'Italian Architects Creations in Egypt' photo exhibition opens at Al-Hanager Art Centre

Amira Noshokaty , Tuesday 27 Apr 2021

At the premises of the Cairo Opera House, the walls were adorned with marvellous architectural gems

Giampaolo Cantini, the ambassador of Italy to Egypt (R) and Mohamed Abu Seada, the chairman of NOUH (L)

Monday night marked the inauguration of the photo exhibition titled ‘The Italian Architects’ Creations in Egypt’, which is running from 26 to 28 April 202 at Al-Hanager Art Centre on the Cairo Opera grounds.

The walls at the premises of Al-Hanager Art Centre were adorned with marvellous architectural gems. Images of palaces, buildings, churches, and mosques greeted the eye, as they stood the test of time and maintained their grandeur throughout the centuries.  

Organized by the National Organisation for Urban Harmony (NOUH), a part of the Ministry of Culture, in collaboration with the Embassy of Italy and the Italian Cultural Institute in Cairo. 


“This is the first of a series of photo exhibitions by which we aim to spot the impact of European Architecture on Urban Egypt. We started off with Italian Architecture, and the next exhibition will highlight French Architecture in Urban Egypt,” explained Mohamed Abu Seada, Chairman of NOUH to Ahram Online.

The captivating photos reveal the details of architectural gems that started to flourish in the streets of Cairo, Alexandria, and Port Said since the beginning of the 19th century.

As the book produced by NOUH bearing the same title reads: “With the immigration of Italian Architects and artists to Egypt in the beginning of the 19th century till the middle of the 20th century, they affected and were affected by Egyptian society; with their creativity, they formed the urban architecture of modern Egypt… In European Renaissance, for instance, the splendid Montaza Palace in Alexandria and Villa Dilbergolue, which bear a resemblance to the Roman castle of Antonio Lascia… The baroque style is reflected in the building of Al-Ahram newspaper in Alexandria, which developed at the beginning of the twentieth century into neo-baroque and was manifested in timeless architectural imprints such as the Khedivial buildings of Emad El-Din street (Cairo).”

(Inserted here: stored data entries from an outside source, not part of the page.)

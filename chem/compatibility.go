package chem

import (
	"slices"
	"sort"
	"strconv"
	"strings"
	"sync"
)

// Reactant is what the compatibility chart needs to know of a substance.
type Reactant struct {
	Name    string
	Formula string
	// Groups are reactivity groups of EPA-600/2-80-076.
	Groups []int
	// Assessed says that somebody put the substance into groups, perhaps into
	// none. Without it the substance counts as unknown.
	Assessed bool
}

// ReactantNamed returns a substance as the chart sees it: its groups from the
// table of groups and those given, which a substance record may hold.
func ReactantNamed(name, formula string, groups ...int) Reactant {
	r := Reactant{Name: name, Formula: formula, Groups: slices.Clone(groups), Assessed: len(groups) > 0}
	if listed, ok := listedGroups(name); ok {
		r.Assessed = true
		for _, g := range listed {
			if !slices.Contains(r.Groups, g) {
				r.Groups = append(r.Groups, g)
			}
		}
	}
	slices.Sort(r.Groups)
	return r
}

// listedGroups finds the groups of the table of groups by name.
func listedGroups(name string) ([]int, bool) {
	key := substanceKey(name)
	if strings.HasPrefix(key, "nitricacid") {
		key = "nitricacidle70"
	}
	if groups, ok := substanceGroups()[key]; ok {
		return groups, ok
	}
	// A hydrate reacts as the substance it is a hydrate of.
	if name, hydrate := strings.CutSuffix(name, "hydrate"); hydrate {
		if i := strings.LastIndex(name, " "); i > 0 {
			groups, ok := substanceGroups()[substanceKey(name[:i])]
			return groups, ok
		}
	}
	return nil, false
}

var substanceGroups = sync.OnceValue(func() map[string][]int {
	byKey := map[string][]int{}
	for _, row := range readTable("substance_groups.csv") {
		var groups []int
		for g := range strings.FieldsSeq(row.text("epa_groups")) {
			n, err := strconv.Atoi(g)
			if err != nil {
				panic("chem: substance_groups.csv: group " + g)
			}
			groups = append(groups, n)
		}
		byKey[substanceKey(row.text("substance_id"))] = groups
	}
	return byKey
})

// chartRow is a pair of groups of the EPA chart that must not meet.
type chartRow struct {
	a, b         int
	nameA, nameB string
	codes        []string
	note, source string
}

var epaChart = sync.OnceValue(func() []chartRow {
	var rows []chartRow
	for _, row := range readTable("incompatibility.csv") {
		if row.text("chart") != "EPA" {
			continue
		}
		a, errA := strconv.Atoi(row.text("group_a"))
		b, errB := strconv.Atoi(row.text("group_b"))
		if errA != nil || errB != nil {
			panic("chem: incompatibility.csv: groups " + row.text("group_a") + ", " + row.text("group_b"))
		}
		rows = append(rows, chartRow{a, b, row.text("group_a_name"), row.text("group_b_name"), strings.Fields(row.text("codes")), row.text("note"), row.text("source")})
	}
	return rows
})

// waterReactive is the chart's group of which nothing may come near: row 107.
const waterReactive = 107

// IncompatibleReactants returns the pairs of reactants that must not meet, the
// gravest consequences first: every pair by the chart of EPA-600/2-80-076, and
// by the supplementary rows for chemistry that the chart's groups miss. A
// reactant that nobody assessed is listed with code U, "may be hazardous but
// unknown": a pair that is absent is not evidence that the pair is harmless.
func IncompatibleReactants(rs []Reactant) []Incompatibility {
	var found []Incompatibility
	for i, a := range rs {
		for _, b := range rs[i+1:] {
			if a.Name == b.Name {
				continue
			}
			if inc, ok := pairOf(a, b, rs); ok {
				found = append(found, inc)
			}
		}
	}
	for _, r := range rs {
		if !r.Assessed {
			found = append(found, Incompatibility{A: r.Name, B: "everything else", Codes: []string{"U"},
				Consequences: consequenceWords([]string{"U"}), Note: "not assessed: no reactivity group on record", Source: "no data"})
		}
	}
	sort.SliceStable(found, func(i, j int) bool { return gravity(found[i].Codes) > gravity(found[j].Codes) })
	return found
}

// pairOf gathers every row that speaks of a pair into one.
func pairOf(a, b Reactant, all []Reactant) (Incompatibility, bool) {
	inc := Incompatibility{A: a.Name, B: b.Name}
	var groupsA, groupsB, notes, sources []string
	add := func(nameA, nameB, note, source string, codes []string) {
		groupsA, groupsB = appendNew(groupsA, nameA), appendNew(groupsB, nameB)
		inc.Codes = appendNew(inc.Codes, codes...)
		if note != "" {
			notes = appendNew(notes, note)
		}
		sources = appendNew(sources, source)
	}
	for _, row := range supplementRows() {
		if row.a(a, all) && row.b(b, all) {
			add(row.nameA, row.nameB, row.note, row.source, row.codes)
		} else if row.a(b, all) && row.b(a, all) {
			add(row.nameB, row.nameA, row.note, row.source, row.codes)
		}
	}
	for _, row := range epaChart() {
		if row.mild(a, b) {
			continue
		}
		if slices.Contains(a.Groups, row.a) && slices.Contains(b.Groups, row.b) {
			add(row.nameA, row.nameB, row.note, row.source, row.codes)
		} else if slices.Contains(a.Groups, row.b) && slices.Contains(b.Groups, row.a) {
			add(row.nameB, row.nameA, row.note, row.source, row.codes)
		}
	}
	if slices.Contains(a.Groups, waterReactive) != slices.Contains(b.Groups, waterReactive) && len(inc.Codes) == 0 {
		add("Water Reactive Substances", "any chemical", "row 107: extremely reactive", "EPA-600/2-80-076 row 107 (read)", []string{"X"})
	}
	if len(inc.Codes) == 0 {
		return Incompatibility{}, false
	}
	sort.SliceStable(inc.Codes, func(i, j int) bool { return gravity(inc.Codes[i:i+1]) > gravity(inc.Codes[j:j+1]) })
	inc.GroupA, inc.GroupB = strings.Join(groupsA, "; "), strings.Join(groupsB, "; ")
	inc.Consequences, inc.Note, inc.Source = consequenceWords(inc.Codes), strings.Join(notes, "; "), strings.Join(sources, "; ")
	return inc, true
}

// mild excepts the sulfites and thiosulfates, which the table of groups puts
// with the strong reducing agents by analogy, from what those do with water:
// "mild reducer … not water reactive".
func (row chartRow) mild(a, b Reactant) bool {
	return row.a == 105 && row.b == 106 && (isSulfite(a) || isThiosulfate(a) || isSulfite(b) || isThiosulfate(b) ||
		named(a, "sulfur dioxide") || named(b, "sulfur dioxide"))
}

// consequenceCodes orders the chart's codes from the gravest; the order is this
// program's choice, for listing only.
var consequenceCodes = []string{"X", "E", "F", "GT", "GF", "P", "U", "H", "G", "S"}

func gravity(codes []string) int {
	worst := 0
	for _, c := range codes {
		if i := slices.Index(consequenceCodes, c); i >= 0 {
			worst = max(worst, len(consequenceCodes)-i)
		}
	}
	return worst
}

var codeMeanings = sync.OnceValue(func() map[string]string {
	meaning := map[string]string{}
	for _, row := range readTable("incompatibility_codes.csv") {
		if strings.HasPrefix(row.text("chart"), "EPA") {
			meaning[row.text("code")] = row.text("meaning")
		}
	}
	return meaning
})

func consequenceWords(codes []string) string {
	var words []string
	for _, c := range codes {
		words = append(words, codeMeanings()[c])
	}
	return strings.Join(words, "; ")
}

// CarryApart reports whether two bottles must not share a carrier, and why.
// Dissolving of a toxic metal alone is no reason in a carrier. What nobody
// assessed is carried apart from everything but what was assessed to be in no
// group.
func CarryApart(a, b Reactant) (why string, apart bool) {
	if a.Name == b.Name {
		return "", false
	}
	if inc, ok := pairOf(a, b, []Reactant{a, b}); ok && gravity(inc.Codes) > gravity([]string{"S"}) {
		return a.Name + " and " + b.Name + ": " + inc.Consequences, true
	}
	if !a.Assessed && !(b.Assessed && len(b.Groups) == 0) {
		return a.Name + ": reactivity not assessed", true
	}
	if !b.Assessed && !(a.Assessed && len(a.Groups) == 0) {
		return b.Name + ": reactivity not assessed", true
	}
	return "", false
}
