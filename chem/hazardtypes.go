package chem

// Incompatibility is a pair of things that must not meet.
type Incompatibility struct {
	A, B string // names of the substances
	// GroupA and GroupB are the reactivity groups that clash.
	GroupA, GroupB string
	Codes          []string // consequence codes of the chart, such as "H", "GT"
	Consequences   string   // in words
	Note           string
	Source         string
}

The exhibition also bore a photo collage mural of the three leading Italian architects who helped build the most beautiful buildings in Egypt: Antonio Lasciac, Mario Rossi, and Ernesto Verrucci, along with their mini biographies.

“This is an exhibition about some of the greatest Italian architects that worked in Egypt, and they made a big contribution to the development of some areas in Alexandria, including the cornish, El-Raml, and other neighbourhoods, as well as one of the amazing buildings in Egypt: The Montaza palace.”

“In Cairo, the most outstanding buildings in downtown, which still stand to this day, are the work of Antonio Lasciac. They were very eclectic, I mean, they came with their original culture and brought the style of classic Italian architecture: the gothic and renaissance styles. They blended with sources of inspiration of the oriental style in Egyptian tradition, and they worked closely with the khedives, Egyptian architects, and landowners.”

“They had a vision and the capacity to absorb the local culture and taste; the very fact that Verrucci was called ‘Verrucci Beih’ was very significant,” Giampaolo Cantini, the ambassador of Italy to Egypt, told Ahram Online


“It took us two months to prepare for this exhibition,” explained Heidi Shalaby, general director of the Preservation of Areas and Historical Buildings Department.

“We referred to the library of the Egyptian Geographic Society and the Italian Cultural Institute, who managed to connect with Italian citizens living in Italy, and provided rare photos. As for the coloured photos, we got them from our own 5 years of archive of Turathi photo competition,” she concluded.